BEGIN

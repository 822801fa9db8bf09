/**
 * Stand-in for main/instruments/profile-loader.ts in the page (see
 * ../page-modules.ts): the shipped profiles are bundled into the page and
 * parsed by the same rules (profile-parse.ts); a page has no user profile
 * folder, so a name beyond the shipped ones is refused, naming them.
 */
import type * as Original from '../../../main/instruments/profile-loader.ts';
import { ProfileError } from '../../../main/instruments/errors.ts';
import { defaultProfileName, parseProfile } from '../../../main/instruments/profile-parse.ts';
import type { InstrumentProfile } from '../../../main/instruments/profile-schema.ts';
import chamberScpi from '../../../resources/profiles/chamber-scpi.json';
import counterScpi from '../../../resources/profiles/counter-scpi.json';
import supplyScpi from '../../../resources/profiles/supply-scpi.json';
import thermometerScpi from '../../../resources/profiles/thermometer-scpi.json';

export { defaultProfileName, parseProfile };

const SHIPPED: Readonly<Record<string, unknown>> = {
  'chamber-scpi': chamberScpi,
  'counter-scpi': counterScpi,
  'supply-scpi': supplyScpi,
  'thermometer-scpi': thermometerScpi,
};

async function loadShipped(name: string, options: Original.LoadProfileOptions = {}): Promise<InstrumentProfile> {
  const json = SHIPPED[name];
  if (json === undefined)
    throw new ProfileError(name, `not among the profiles of the web edition (${Object.keys(SHIPPED).join(', ')})`);
  const profile = parseProfile(json, name);
  if (options.role !== undefined && profile.role !== options.role)
    throw new ProfileError(
      name,
      `role: is "${profile.role}", but this instrument is configured as the ${options.role}`,
    );
  return profile;
}

export const loadProfile = loadShipped as typeof Original.loadProfile;

export const listProfiles: typeof Original.listProfiles = async () =>
  Object.keys(SHIPPED).map((name) => ({ name, source: 'shipped' as const }));
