/**
 * Stand-in for main/instruments/create-transport.ts in the page (see
 * ../page-modules.ts): a page opens no TCP socket and has no serialport
 * module; it reaches the in-page simulated bench and the serial ports the
 * user granted through the browser, over the Web Serial transport
 * (./browser-serial.ts).
 */
import { parseAddress, type InstrumentAddress } from '../../../main/instruments/address.ts';
import type * as Original from '../../../main/instruments/create-transport.ts';
import { AddressError } from '../../../main/instruments/errors.ts';
import type { Transport } from '../../../main/instruments/transport.ts';
import { browserSerialTransport } from './browser-serial.ts';

export type CreateTransportOptions = Original.CreateTransportOptions;

export const createTransport: typeof Original.createTransport = (
  address: InstrumentAddress | string,
  options: CreateTransportOptions = {},
): Transport => {
  const descriptor = typeof address === 'string' ? parseAddress(address) : address;
  switch (descriptor.kind) {
    case 'tcp':
      throw new AddressError(
        'address',
        `tcp://${descriptor.host}:${descriptor.port}: a web page cannot open TCP sockets; use the desktop app or \`tunebench serve\` for instruments on the network`,
      );
    case 'serial':
      return browserSerialTransport(descriptor, options.role, options.clock);
    case 'sim': {
      const role = descriptor.role ?? options.role;
      if (role === undefined) throw new AddressError('sim role', 'bare "sim" needs the role it stands for');
      if (options.sim === undefined) throw new AddressError('sim', 'no simulated bench is available here');
      return options.sim(role);
    }
  }
};
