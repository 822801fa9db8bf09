import { describe, expect, it } from 'vitest';
import { sameSetpointValue } from './direction-readout.ts';

describe('cursor readout of an up-down sweep', () => {
  it('finds the falling reading at the setpoint of a rising one, and none where only one direction was read', () => {
    // Display rows ordered by setpoint: 1.0 V rising ×2 then falling; 2.0 V rising then falling.
    const x = [1, 1, 1, 2, 2];
    const falling = [null, null, 899_980, null, 950_000];
    expect(sameSetpointValue(x, falling, 0)).toBe(899_980);
    expect(sameSetpointValue(x, falling, 3)).toBe(950_000);
    expect(sameSetpointValue([1, 2], [null, 5], 0)).toBeNull();
  });
});
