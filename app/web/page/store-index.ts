/**
 * Stand-in for main/store/index.ts in the page (see ../page-modules.ts): the
 * service's runs go to the page's OPFS store (../store/). The page entry
 * sets the store once at start; resuming a run and Node's file system do not
 * exist in a page and say so if reached.
 */
import type * as Original from '../../../main/store/index.ts';
import type { StoreFs } from '../../../main/store/store-fs.ts';
import type { CreateRunOptions, RunWriter } from '../../../main/store/writer-types.ts';
import type { PageDir } from '../store/page-dir.ts';
import { createPageRun } from '../store/page-run-writer.ts';
import type { PageRunStore } from '../store/page-run-store.ts';

export type { CreateRunOptions, RunWriter };

let current: { root: PageDir; store: PageRunStore } | null = null;

/** Where the service's new runs go (the page entry calls this before the service starts). */
export function usePageStore(root: PageDir, store: PageRunStore): void {
  current = { root, store };
}

export const createRun: typeof Original.createRun = async (options: CreateRunOptions): Promise<RunWriter> => {
  if (current === null) throw new Error('the page run store is not set up');
  const { root, store } = current;
  const writer = await createPageRun(root, options);
  store.writing.add(writer.id);
  const finish = writer.finish.bind(writer);
  return {
    ...writer,
    meta: () => writer.meta(),
    finish: async (status, extra) => {
      try {
        return await finish(status, extra);
      } finally {
        store.writing.delete(writer.id);
      }
    },
  };
};

export const reopenRun: typeof Original.reopenRun = async () => {
  throw new Error('resuming a drift log is not in the web edition; the run stays in the archive as interrupted');
};

const noNodeFs = (): never => {
  throw new Error('no machine file system in the web edition');
};

export const nodeStoreFs: StoreFs = {
  mkdir: noNodeFs,
  open: noNodeFs,
  readFile: noNodeFs,
  writeFile: noNodeFs,
  appendFile: noNodeFs,
  rename: noNodeFs,
  rm: noNodeFs,
  readdir: noNodeFs,
  stat: noNodeFs,
};

/** The page's OPFS store keeps no column cache: its runs open from their CSV (nothing to build at finish). */
export const cacheFinishedRun: typeof Original.cacheFinishedRun = () => Promise.resolve(false);
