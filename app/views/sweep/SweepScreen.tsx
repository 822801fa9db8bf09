/** Gain sweep: plan, safety notes, start/pause/abort, live plot, and the analysis afterwards. */
import { useStore } from '../../state/use-store.ts';
import { checkSweepDraft, sweepPointCount } from '../../state/plan-drafts.ts';
import { useApp } from '../app-context.ts';
import { Choice, Field, Panel } from '../controls/Field.tsx';
import { DutIdField, planFieldRenderer, useDutId } from '../controls/plan-fields.tsx';
import { RunControls } from '../controls/RunControls.tsx';
import { SafetyNotes } from '../controls/SafetyNotes.tsx';
import { SweepFigures } from './SweepFigures.tsx';
import { useLiveRunSource } from '../live-run-source.ts';
import { formatFigure } from '../../analysis/format-figure.ts';

function PlanEditor() {
  const { bridge, stores } = useApp();
  const draft = useStore(stores.settings, (s) => s.sweepDraft);
  const limits = useStore(stores.settings, (s) => s.limits);
  const edit = useStore(stores.settings, (s) => s.editSweep);
  const dut = useDutId('clkmul-vco-01');
  const checked = checkSweepDraft(draft, limits);
  const errors = checked.errors;
  const text = planFieldRenderer(draft, errors, edit);
  const { dutId, dutError } = dut;
  const start = checked.ok && !dutError ? () => bridge.api.startSweep(checked.plan, dutId.trim()) : null;
  return (
    <Panel title="Sweep plan" className="plan" testId="sweep-plan">
      <DutIdField dut={dut} testId="dut-id" />
      <div className="row">
        {text('start', 'From', 'V', 'plan-start')}
        {text('stop', 'To', 'V', 'plan-stop')}
        {text('step', 'Step', 'V', 'plan-step')}
      </div>
      <div className="row">
        <Choice
          label="Direction"
          value={draft.direction}
          options={[
            { value: 'up', label: 'Rising' },
            { value: 'down', label: 'Falling' },
            { value: 'up-down', label: 'Rising, then falling' },
          ]}
          onChange={(direction) => edit({ direction })}
          testId="plan-direction"
        />
        {text('readingsPerPoint', 'Readings per point', '', 'plan-readings')}
      </div>
      <div className="row">
        {text('gateS', 'Counter gate', 's', 'plan-gate')}
        {text('refineEdgeV', 'Edge resolution', 'V', 'plan-refine', '0 = no edge search')}
      </div>
      <div className="row">
        <Choice
          label="Settling"
          value={draft.settleMode}
          options={[
            { value: 'auto', label: 'Until steady' },
            { value: 'fixed', label: 'Fixed time' },
          ]}
          onChange={(settleMode) => edit({ settleMode })}
          testId="plan-settle-mode"
        />
        <Field
          label={draft.settleMode === 'auto' ? 'Longest wait' : 'Wait'}
          unit="s"
          value={draft.settleS}
          onChange={(settleS) => edit({ settleS })}
          error={errors['settle.maxS'] ?? errors['settle.seconds']}
          testId="plan-settle"
        />
      </div>
      {errors['limits.maxControlV'] || errors['limits.currentLimitA'] ? (
        <p className="error-line" role="alert">
          The safety limits on the Bench screen need fixing:{' '}
          {errors['limits.maxControlV'] ?? errors['limits.currentLimitA']}
        </p>
      ) : null}
      <p className="muted" data-testid="plan-summary">
        {checked.ok
          ? `${sweepPointCount(checked.plan)} points per pass · limit ${formatFigure(checked.plan.limits.maxControlV, 'V', { digits: 4 })}, ${formatFigure(checked.plan.limits.currentLimitA, 'A', { digits: 3 })}`
          : 'Fix the marked fields to start.'}
      </p>
      <SafetyNotes />
      <RunControls kind="sweep" startLabel="Start sweep" startTestId="start-sweep" start={start} />
    </Panel>
  );
}

export function SweepScreen() {
  const source = useLiveRunSource('sweep');
  return (
    <div className="screen screen-sweep">
      <PlanEditor />
      <div className="results">
        {source ? (
          <SweepFigures source={source} />
        ) : (
          <div className="placeholder" data-testid="sweep-placeholder">
            <h2>No sweep yet</h2>
            <p>
              Start a sweep and the frequency plot fills in as readings arrive; the gain analysis follows when it ends.
            </p>
          </div>
        )}
      </div>
    </div>
  );
}
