/**
 * Stand-in for main/service/address-policy.ts in the page (see
 * ../page-modules.ts): what a page may connect to is the simulated bench and
 * the serial ports the user granted in the browser; a network address or a
 * device path is refused, naming the field and what would be valid.
 */
import type { BenchConfig } from '../../contract/plans.ts';
import { parseAddress } from '../../../main/instruments/address.ts';
import type * as Original from '../../../main/service/address-policy.ts';
import { BenchApiError } from '../../../main/service/errors.ts';

export type AddressPolicy = Original.AddressPolicy;

export const checkApiBench: typeof Original.checkApiBench = async (config: BenchConfig | 'sim') => {
  if (config === 'sim') return;
  for (const [role, entry] of [
    ['supply', config.supply],
    ['counter', config.counter],
    ['thermometer', config.thermometer],
    ['chamber', config.chamber],
  ] as const) {
    if (!entry) continue;
    let ok = false;
    try {
      const address = parseAddress(entry.address);
      ok =
        address.kind === 'sim' ||
        (address.kind === 'serial' && /^(usb-[0-9a-f]{4}-[0-9a-f]{4}|web-serial)$/i.test(address.path));
    } catch {
      ok = false;
    }
    if (!ok)
      throw new BenchApiError(
        `connect: config.${role}.address: the web edition reaches "sim" or a port granted in this browser (serial:usb-VVVV-PPPP?baud=N)`,
        `config.${role}.address`,
      );
  }
};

END

**Task instructions:** Within the material above, find the lines that hold "SafetyNotes" and report only how many there are.

**Output below:** 2